*Goal of the exercise*: The lines below starting at the line containing "interpolant (<c>CubicSpline.InterpolatePchipSorted</c>; the" and ending at the line containing "private readonly IInterpolation? _curve;" are to be repeated exactly, with both ends kept and nothing else added.

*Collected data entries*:
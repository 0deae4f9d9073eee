using System.Globalization;
using System.Numerics;
using SlotArray.Core.Quantities;
using SlotArray.Core.Waveguides;

namespace SlotArray.Core.Slots.Tables;
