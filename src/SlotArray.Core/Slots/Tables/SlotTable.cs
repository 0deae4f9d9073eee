using System.Numerics;

namespace SlotArray.Core.Slots.Tables;

/// <summary>Which slot a table describes, as its geometry columns say.</summary>
public enum SlotTableGeometry
{
    /// <summary>Longitudinal broad-wall shunt slot: offset and length.</summary>
    Longitudinal,
    /// <summary>Inclined narrow-wall (edge) shunt slot: tilt and cut depth (or developed length).</summary>
    Edge,
    /// <summary>Centred inclined series slot in the broad wall: tilt and length.</summary>
    InclinedSeries,
}

/// <summary>What a table row's response columns hold.</summary>
public enum SlotTableResponse
{
    /// <summary>Normalised admittance y = g + jb.</summary>
    Admittance,
    /// <summary>Normalised impedance z = r + jx.</summary>
    Impedance,
    /// <summary>Single-slot two-port S11 (and optionally S21), TE10 at both ports.</summary>
    Scattering,
}

/// <summary>One row of a slot table, in SI units, as read (no conversion yet).</summary>
/// <param name="Line">1-based line of the row in the file (for messages).</param>
/// <param name="Coupling">Offset (m) or tilt (rad).</param>
/// <param name="Length">Slot length (m), or NaN when the row gives a cut depth only.</param>
/// <param name="CutDepth">Edge slot: cut depth into each broad wall from the outer narrow-wall face (m), or NaN.</param>
/// <param name="Frequency">Frequency, Hz.</param>
/// <param name="Value">y, z or S11 as <see cref="SlotTable.Response"/> says.</param>
/// <param name="S21">S21 when the table gives it (scattering only), else null.</param>
/// <param name="ReferencePlane">Scattering: distance of both reference planes beyond the slot centre (m), 0 at the centre.</param>
public sealed record SlotTableRow(int Line, double Coupling, double Length, double CutDepth, double Frequency, Complex Value,
    Complex? S21 = null, double ReferencePlane = 0);

/// <summary>
/// A user's slot table as read from its file (README, "Your own slot table"): where it came from, its provenance lines,
/// its geometry and response kinds, and its rows. Pure data; the file is read at the edge (SlotArray.Spec).
/// </summary>
/// <param name="Source">The file name as the spec gives it (for messages and reports).</param>
/// <param name="Sha256">SHA-256 of the file's bytes, lower-case hex.</param>
/// <param name="Provenance">The <c>#</c> comment lines, without the <c>#</c> and surrounding blanks, in order.</param>
/// <param name="Geometry">Which slot the geometry columns describe.</param>
/// <param name="Response">What the response columns hold.</param>
/// <param name="Rows">The rows, in file order.</param>
public sealed record SlotTable(string Source, string Sha256, IReadOnlyList<string> Provenance, SlotTableGeometry Geometry,
    SlotTableResponse Response, IReadOnlyList<SlotTableRow> Rows);
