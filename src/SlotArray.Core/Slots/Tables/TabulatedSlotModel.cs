using System.Numerics;
using SlotArray.Core.Quantities;
using SlotArray.Core.Waveguides;

namespace SlotArray.Core.Slots.Tables;

/// <summary>
/// A user's slot table behind the slot port (<c>slots.data</c>): y from <see cref="SlotTableFit"/>, resonance from its
/// fits, the coupling for a conductance from the shared <see cref="SlotResonanceSolver"/>. With
/// <see cref="Extrapolate"/> the couplings reach the built-in limit (a/4 offset, 30° tilt) beyond the table, else they
/// stop at the table's largest.
/// </summary>
internal sealed class TabulatedSlotModel : IShuntSlotModel
{
    /// <summary>Largest offset reached when extrapolating: a/4, the usable limit of the built-in longitudinal models.</summary>
    private double BuiltInLimit => Fit.CouplingKind == SlotCouplingKind.Offset ? StevensonLongitudinalSlot.MaximumOffset(Guide) : EdgeSlot.MaximumTilt.Radians;

    /// <summary>The model of a fitted table for slots of the given width (the width is carried for the cut list; the table fixes it).</summary>
    /// <param name="fit">The fitted table.</param>
    /// <param name="width">Slot width (as the spec gives it).</param>
    /// <param name="extrapolate">Whether slots outside the table are allowed (and flagged) rather than refused.</param>
    public TabulatedSlotModel(SlotTableFit fit, Length width, bool extrapolate)
    {
        ArgumentNullException.ThrowIfNull(fit);
        Fit = fit;
        Width = width;
        Extrapolate = extrapolate;
    }

    /// <summary>The fitted table.</summary>
    public SlotTableFit Fit { get; }

    /// <summary>Whether slots outside the table are allowed (and flagged).</summary>
    public bool Extrapolate { get; }

    /// <inheritdoc />
    public RectangularWaveguide Guide => Fit.Guide;

    /// <inheritdoc />
    public Length Width { get; }

    /// <inheritdoc />
    public SlotCouplingKind CouplingKind => Fit.CouplingKind;

    /// <inheritdoc />
    public string Name => $"table {Fit.Table.Source}";

    /// <inheritdoc />
    public SlotDataRange Range => Fit.Range;

    /// <inheritdoc />
    public double MaximumCoupling => Extrapolate ? Math.Max(Fit.Range.CouplingHigh, BuiltInLimit) : Fit.Range.CouplingHigh;

    /// <inheritdoc />
    public Complex Admittance(double coupling, Length length, Frequency f) => Fit.Admittance(coupling, length.Meters, f);

    /// <inheritdoc />
    public SlotResonance Resonance(double coupling, Frequency f)
        => new(coupling, Length.FromMeters(Fit.ResonantLength(coupling, f)), Fit.ResonantConductance(coupling, f));

    /// <inheritdoc />
    public double MaximumConductance(Frequency f) => Fit.ResonantConductance(MaximumCoupling, f);

    /// <inheritdoc />
    public SlotResonance ForConductance(double conductance, Frequency f)
    {
        if (!(conductance > 0) || !double.IsFinite(conductance))
            throw new ArgumentOutOfRangeException(nameof(conductance), conductance, "conductance must be positive");
        double gMax = MaximumConductance(f);
        if (conductance > gMax)
            throw new InfeasibleDesignException(FormattableString.Invariant(
                $"a slot needs g = {conductance:0.####}, above the {gMax:0.####} the slot table {Fit.Table.Source} gives at {f.Gigahertz:0.######} GHz at its largest {SlotTableFit.Noun(Fit.Table)} {SlotTableFit.Show(Fit.Table, MaximumCoupling)}{(Extrapolate ? " (extrapolated)" : "")}: use more slots, a gentler taper, or extend the table"));
        double c = conductance == gMax ? MaximumCoupling
            : SlotResonanceSolver.CouplingForConductance(x => Fit.ResonantConductance(x, f), conductance, 1e-9, MaximumCoupling);
        return new SlotResonance(c, Length.FromMeters(Fit.ResonantLength(c, f)), conductance);
    }

    /// <summary>Outside the single-mode band. (Slots outside the table are judged per slot by the design's range check.)</summary>
    public IReadOnlyList<DesignWarning> Warnings(double coupling, Frequency f)
    {
        var (low, high) = Guide.SingleModeBand;
        return f <= low || f >= high
            ? [new DesignWarning("slot-single-mode", $"{f} is outside the single-mode band {low} – {high}: the slot table assumes TE10 only")]
            : [];
    }
}
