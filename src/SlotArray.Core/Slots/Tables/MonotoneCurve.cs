using MathNet.Numerics.Interpolation;

namespace SlotArray.Core.Slots.Tables;

/// <summary>
/// A smooth curve through tabulated points that keeps their monotonicity: MathNet.Numerics' piecewise cubic Hermite
/// interpolant (<c>CubicSpline.InterpolatePchipSorted</c>; the monotone construction of F. N. Fritsch and R. E. Carlson,
/// "Monotone piecewise cubic interpolation", SIAM J. Numer. Anal. 17(2), 238–246, 1980, from memory), a straight line
/// through two points, a constant for one. Outside the points it is held at the end value (no extrapolation).
/// </summary>
internal sealed class MonotoneCurve
{
    private readonly double[] _x, _y;
    private readonly IInterpolation? _curve;

    /// <summary>The curve through (x_i, y_i); x strictly increasing, at least one point.</summary>
    public MonotoneCurve(double[] x, double[] y)
    {
        _x = x;
        _y = y;
        _curve = x.Length switch
        {
            1 => null,
            2 => LinearSpline.InterpolateSorted(x, y),
            _ => CubicSpline.InterpolatePchipSorted(x, y),
        };
    }

    /// <summary>Smallest x.</summary>
    public double Low => _x[0];

    /// <summary>Largest x.</summary>
    public double High => _x[^1];

    /// <summary>The value at x, held at the end values outside [<see cref="Low"/>, <see cref="High"/>].</summary>
    public double At(double x) =>
        _curve is null || x <= _x[0] ? _y[0] : x >= _x[^1] ? _y[^1] : _curve.Interpolate(x);

    /// <summary>The value at x without holding the ends (the interpolant's own continuation; used inside the range).</summary>
    public double Raw(double x) => _curve is null ? _y[0] : _curve.Interpolate(x);

    /// <summary>
    /// Leave-one-out residuals at the interior points: each interior point predicted by the curve through the others,
    /// minus its value (empty with fewer than three points).
    /// </summary>
    public static IEnumerable<(int Index, double Residual)> LeaveOneOut(double[] x, double[] y)
    {
        for (int i = 1; i < x.Length - 1; i++)
        {
            var xs = x.Where((_, j) => j != i).ToArray();
            var ys = y.Where((_, j) => j != i).ToArray();
            yield return (i, new MonotoneCurve(xs, ys).At(x[i]) - y[i]);
        }
    }
}
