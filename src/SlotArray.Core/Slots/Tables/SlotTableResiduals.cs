namespace SlotArray.Core.Slots.Tables;

/// <summary>
/// Leave-one-out residuals of a table's fits (<see cref="SlotTableFit"/>): each interior point of a curve predicted by the
/// curve through the other points. Large values mean the table is too coarse where they occur.
/// </summary>
/// <param name="ResonantLengthRms">RMS of ΔL_r/L_r over the interior geometries of every frequency (0 with fewer than three geometries).</param>
/// <param name="ResonantLengthMax">Largest |ΔL_r/L_r|.</param>
/// <param name="ResonantConductanceRms">RMS of Δg_r/g_r.</param>
/// <param name="ResonantConductanceMax">Largest |Δg_r/g_r|.</param>
/// <param name="AdmittanceRms">RMS of |Δy|/g_r over the interior lengths of every geometry and frequency.</param>
/// <param name="AdmittanceMax">Largest |Δy|/g_r.</param>
/// <param name="Points">Number of leave-one-out predictions behind the figures.</param>
internal sealed record SlotTableResiduals(double ResonantLengthRms, double ResonantLengthMax, double ResonantConductanceRms,
    double ResonantConductanceMax, double AdmittanceRms, double AdmittanceMax, int Points)
{
    internal static SlotTableResiduals Of(double[] c, SlotTableFit.Group[,] g, Func<double, double> shape)
    {
        var dl = new List<double>();
        var dg = new List<double>();
        var dy = new List<double>();
        for (int k = 0; k < g.GetLength(0); k++)
        {
            double[] lr = [.. Enumerable.Range(0, c.Length).Select(i => g[k, i].ResonantLength)];
            double[] gr = [.. Enumerable.Range(0, c.Length).Select(i => g[k, i].ResonantConductance)];
            dl.AddRange(MonotoneCurve.LeaveOneOut(c, lr).Select(p => p.Residual / lr[p.Index]));
            double[] ratio = [.. gr.Select((v, i) => v / shape(c[i]))];
            dg.AddRange(MonotoneCurve.LeaveOneOut(c, ratio).Select(p => p.Residual / ratio[p.Index]));   // Δg_r/g_r = Δratio/ratio
            for (int i = 0; i < c.Length; i++)
            {
                var grp = g[k, i];
                var re = MonotoneCurve.LeaveOneOut(grp.Nu, grp.HRe).ToList();
                var im = MonotoneCurve.LeaveOneOut(grp.Nu, grp.HImValues).ToList();
                dy.AddRange(re.Zip(im, (a, b) => Math.Sqrt(a.Residual * a.Residual + b.Residual * b.Residual)));
            }
        }
        static double Rms(List<double> v) => v.Count == 0 ? 0 : Math.Sqrt(v.Average(x => x * x));
        static double Max(List<double> v) => v.Count == 0 ? 0 : v.Max(Math.Abs);
        return new SlotTableResiduals(Rms(dl), Max(dl), Rms(dg), Max(dg), Rms(dy), Max(dy), dl.Count + dg.Count + dy.Count);
    }
}
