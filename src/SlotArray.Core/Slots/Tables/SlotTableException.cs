namespace SlotArray.Core.Slots.Tables;

/// <summary>A slot table that cannot be used as it stands; the message says what to change. The CLI reports it as bad input (exit 2).</summary>
/// <param name="message">What is wrong and what to change.</param>
/// <param name="line">1-based line of the file the problem is on, or 0 when it concerns the whole table.</param>
/// <param name="column">1-based column of the cell the problem is in, or 0.</param>
internal sealed class SlotTableException(string message, int line = 0, int column = 0) : Exception(message)
{
    /// <summary>1-based line of the file the problem is on, or 0 when it concerns the whole table.</summary>
    public int Line { get; } = line;

    /// <summary>1-based column of the cell the problem is in, or 0.</summary>
    public int Column { get; } = column;
}
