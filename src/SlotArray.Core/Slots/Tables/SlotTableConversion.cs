using System.Numerics;
using SlotArray.Core.Quantities;
using SlotArray.Core.Waveguides;

namespace SlotArray.Core.Slots.Tables;

/// <summary>
/// Turns a table row's response into the slot's own normalised element value: the shunt admittance y = Y/G0 of a shunt
/// slot (longitudinal, edge), or the series impedance z = Z/Z0 of a series slot (inclined-series).
/// </summary>
/// <remarks>
/// <para>Two-port of a lumped element between two equal lines, normalised (D. M. Pozar, <i>Microwave Engineering</i>,
/// 4th ed., Wiley 2012, Table 4.1 for the ABCD matrices of a shunt admittance and a series impedance, Table 4.2 for
/// ABCD → S; from memory): shunt y: S11 = −y/(2 + y), S21 = 2/(2 + y), hence y = −2 S11/(1 + S11); series z:
/// S11 = z/(z + 2), S21 = 2/(z + 2), hence z = 2 S11/(1 − S11). A pure shunt element has S21 = 1 + S11 and a pure
/// series one S21 = 1 − S11; the difference measures how far the slot is from that (<see cref="ElementAsymmetry"/>).</para>
/// <para>Reference planes d beyond the slot centre on either side: a TE10 wave ∝ e^(−jβz) (e^(jωt)) travels d to the
/// slot and d back, so S11 at the planes is S11 at the centre times e^(−2jβd); the centre value is S11·e^(2jβd), and
/// the same factor for S21 (2d of line in total). β is the lossless TE10 phase constant of the spec's guide.</para>
/// <para>Edge slot: a row with a cut depth D gets the developed length L = b/cos θ + 2(D − t), the inner-aperture
/// convention of <see cref="EdgeSlot.DevelopedLength"/> that the cut list inverts.</para>
/// </remarks>
internal static class SlotTableConversion
{
    /// <summary>y from S11 of a shunt element: y = −2 S11/(1 + S11) (Pozar 2012, Tables 4.1–4.2).</summary>
    public static Complex ShuntAdmittanceFromS11(Complex s11) => -2 * s11 / (1 + s11);

    /// <summary>z from S11 of a series element: z = 2 S11/(1 − S11) (Pozar 2012, Tables 4.1–4.2).</summary>
    public static Complex SeriesImpedanceFromS11(Complex s11) => 2 * s11 / (1 - s11);

    /// <summary>S11 and S21 of a normalised shunt admittance y: −y/(2 + y), 2/(2 + y).</summary>
    public static (Complex S11, Complex S21) ShuntScattering(Complex y) => (-y / (2 + y), 2 / (2 + y));

    /// <summary>S-parameters moved from reference planes d beyond the slot centre to the centre: both × e^(2jβd).</summary>
    /// <param name="s">S11 or S21 at the planes.</param>
    /// <param name="guide">The guide (its TE10 β at f).</param>
    /// <param name="f">Frequency.</param>
    /// <param name="distance">d, metres (0: no shift).</param>
    public static Complex ToSlotCentre(Complex s, RectangularWaveguide guide, Frequency f, double distance)
    {
        ArgumentNullException.ThrowIfNull(guide);
        return distance == 0 ? s : s * Complex.FromPolarCoordinates(1, 2 * guide.PhaseConstant(f) * distance);
    }

    /// <summary>
    /// |1 + S11 − S21| (shunt) or |1 − S11 − S21| (series) at the slot centre: 0 for a pure element; null without S21.
    /// </summary>
    public static double? ElementAsymmetry(SlotTable table, SlotTableRow row, RectangularWaveguide guide)
    {
        ArgumentNullException.ThrowIfNull(table);
        ArgumentNullException.ThrowIfNull(row);
        if (table.Response != SlotTableResponse.Scattering || row.S21 is not { } s21m) return null;
        var f = Frequency.FromHertz(row.Frequency);
        var s11 = ToSlotCentre(row.Value, guide, f, row.ReferencePlane);
        var s21 = ToSlotCentre(s21m, guide, f, row.ReferencePlane);
        return (table.Geometry == SlotTableGeometry.InclinedSeries ? 1 - s11 - s21 : 1 + s11 - s21).Magnitude;
    }

    /// <summary>The row's element value: y for a shunt slot, z for a series slot (see remarks).</summary>
    public static Complex ElementValue(SlotTable table, SlotTableRow row, RectangularWaveguide guide)
    {
        ArgumentNullException.ThrowIfNull(table);
        ArgumentNullException.ThrowIfNull(row);
        ArgumentNullException.ThrowIfNull(guide);
        bool series = table.Geometry == SlotTableGeometry.InclinedSeries;
        return table.Response switch
        {
            SlotTableResponse.Admittance => series ? 1 / row.Value : row.Value,
            SlotTableResponse.Impedance => series ? row.Value : 1 / row.Value,
            _ => series
                ? SeriesImpedanceFromS11(ToSlotCentre(row.Value, guide, Frequency.FromHertz(row.Frequency), row.ReferencePlane))
                : ShuntAdmittanceFromS11(ToSlotCentre(row.Value, guide, Frequency.FromHertz(row.Frequency), row.ReferencePlane)),
        };
    }

    /// <summary>The row's slot length (m): as given, or for an edge slot with a cut depth only, b/cos θ + 2(D − t).</summary>
    public static double RowLength(SlotTable table, SlotTableRow row, RectangularWaveguide guide)
    {
        ArgumentNullException.ThrowIfNull(table);
        ArgumentNullException.ThrowIfNull(row);
        ArgumentNullException.ThrowIfNull(guide);
        if (table.Geometry != SlotTableGeometry.Edge || double.IsNaN(row.CutDepth)) return row.Length;
        return EdgeDevelopedLength(guide, row.Coupling, row.CutDepth);
    }

    /// <summary>Developed length b/cos θ + 2(D − t) of an edge slot of tilt θ and cut depth D (inner-aperture convention).</summary>
    public static double EdgeDevelopedLength(RectangularWaveguide guide, double tilt, double cutDepth)
    {
        ArgumentNullException.ThrowIfNull(guide);
        return guide.NarrowWall.Meters / Math.Cos(tilt) + 2 * (cutDepth - guide.WallThickness.Meters);
    }
}
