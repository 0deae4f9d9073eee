using System.Numerics;
using SlotArray.Core.Coupling;
using SlotArray.Core.Design;
using SlotArray.Core.Network;
using SlotArray.Core.Quantities;
using SlotArray.Core.Stick;

namespace SlotArray.Core.Planar;
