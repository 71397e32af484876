import { ShopSettingsScreen } from '@/components/settings/shop-settings-form';

/** /settings/shop (owner). */
export default function ShopRoute() {
  return <ShopSettingsScreen />;
}
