import { SettingsHome } from '@/components/settings/settings-home';

/** /settings (owner): links to People and Shop, and the system status. */
export default function SettingsScreen() {
  return <SettingsHome />;
}
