import { Slot } from 'expo-router';
import { OwnerOnly } from '@/components/settings/owner-only';

/** Settings pages: owner only (the API refuses other roles as well). */
export default function SettingsLayout() {
  return (
    <OwnerOnly>
      <Slot />
    </OwnerOnly>
  );
}
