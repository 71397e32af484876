import { PeopleScreen } from '@/components/settings/people-screen';

/** /settings/people (owner). */
export default function PeopleRoute() {
  return <PeopleScreen />;
}
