def as_quantities(row: pd.Series | dict[str, Any], names: Iterable[str] | None = None) -> dict[str, Any]:
    """Pint quantities for the property columns of one table row."""
    names = list(names) if names is not None else [k for k in row.keys() if k in UNITS]
    return {n: Q_(float(row[n]), UNITS[n]) for n in names}
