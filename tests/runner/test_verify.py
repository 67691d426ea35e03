"""The job record (format 2) and ``calcpad verify``: intact, templates, data, results reproduced."""

from __future__ import annotations

import copy
import hashlib
import json
import os
import shutil
from collections.abc import Iterator
from pathlib import Path
from typing import Any

import pytest

from calcpad.cli import main
from calcpad.runner import record as record_mod
from calcpad.runner.job import input_record
from calcpad.runner.record import JOB_RECORD_FORMAT, record_digest, short_digest
from calcpad.runner.recordfile import RecordError, find_record, load_record, read_record
from calcpad.runner.verify import verify_record

from .conftest import JOB_HEAD, tiny_calc
from .records import ROOT, copy_template, job_text, run_text, tube_ratio, write_record

PACKAGE = ROOT / "calcpad"


@pytest.fixture(scope="module")
def base(tmp_path_factory: pytest.TempPathFactory) -> Iterator[dict[str, Any]]:
    """One run of a small job with a user template folder holding a copy of leg_bending."""
    root = tmp_path_factory.mktemp("verify")
    tpl_dir = root / "templates"
    copy_template("leg_bending", tpl_dir)
    text = job_text({"P1": "120 lbf", "P2": "120 lbf"}, wind=False)
    with pytest.MonkeyPatch.context() as mp:
        mp.setenv("CALCPAD_TEMPLATES", str(tpl_dir))
        record = run_text(text)
        out = write_record(record, root / "out")
        yield {"root": root, "text": text, "record": record, "out": out, "templates": tpl_dir}


def _edited(base: dict[str, Any], tmp_path: Path, edit: Any) -> Path:
    rec = json.loads((base["out"] / "record.json").read_text())
    edit(rec)
    return write_record(rec, tmp_path / "edited")


def _leg(rec: dict[str, Any], mark: str) -> dict[str, Any]:
    return next(c for c in rec["calcs"] if c["member"] == mark)


# ----------------------------------------------------------------------------- record content


def test_record_holds_job_text_inputs_templates_and_data(base: dict[str, Any]) -> None:
    rec = base["record"]
    assert rec["format"] == JOB_RECORD_FORMAT == "calcpad-job-record/2"
    assert rec["job_file"]["text"] == base["text"]  # exactly as typed, comments included
    assert rec["job_file"]["sha256"] == hashlib.sha256(base["text"].encode()).hexdigest()
    leg = _leg(rec, "P1")
    assert leg["inputs"]["P"] == {"typed": "120 lbf", "value": 120.0, "unit": "lbf"}
    assert leg["inputs"]["FS_req"] == {"typed": 1.67, "value": 1.67, "unit": ""}  # a TOML number stays a number
    # each template: sha256 of its source file's bytes (here the user's copy)
    expected = {"leg_bending": hashlib.sha256((base["templates"] / "leg_bending.py").read_bytes()).hexdigest()}
    assert {t["name"]: t["sha256"] for t in rec["templates"]} == expected
    assert leg["template_sha256"] == expected["leg_bending"] and leg["template_file"] == "leg_bending.py"
    # every shipped catalog and material file, by its bytes
    files = [*sorted((PACKAGE / "eng" / "sections" / "data").glob("*.csv")), PACKAGE / "eng" / "data" / "materials.toml"]
    assert rec["data"] == {f.relative_to(PACKAGE).as_posix(): hashlib.sha256(f.read_bytes()).hexdigest() for f in files}
    assert "eng/sections/data/aisc_pipe.csv" in rec["data"] and "eng/data/materials.toml" in rec["data"]
    assert rec["versions"]["calcpad"]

*Reply*:
/// interpolant (<c>CubicSpline.InterpolatePchipSorted</c>; the monotone construction of F. N. Fritsch and R. E. Carlson,
/// "Monotone piecewise cubic interpolation", SIAM J. Numer. Anal. 17(2), 238–246, 1980, from memory), a straight line
/// through two points, a constant for one. Outside the points it is held at the end value (no extrapolation).
/// </summary>
internal sealed class MonotoneCurve
{
    private readonly double[] _x, _y;
    private readonly IInterpolation? _curve;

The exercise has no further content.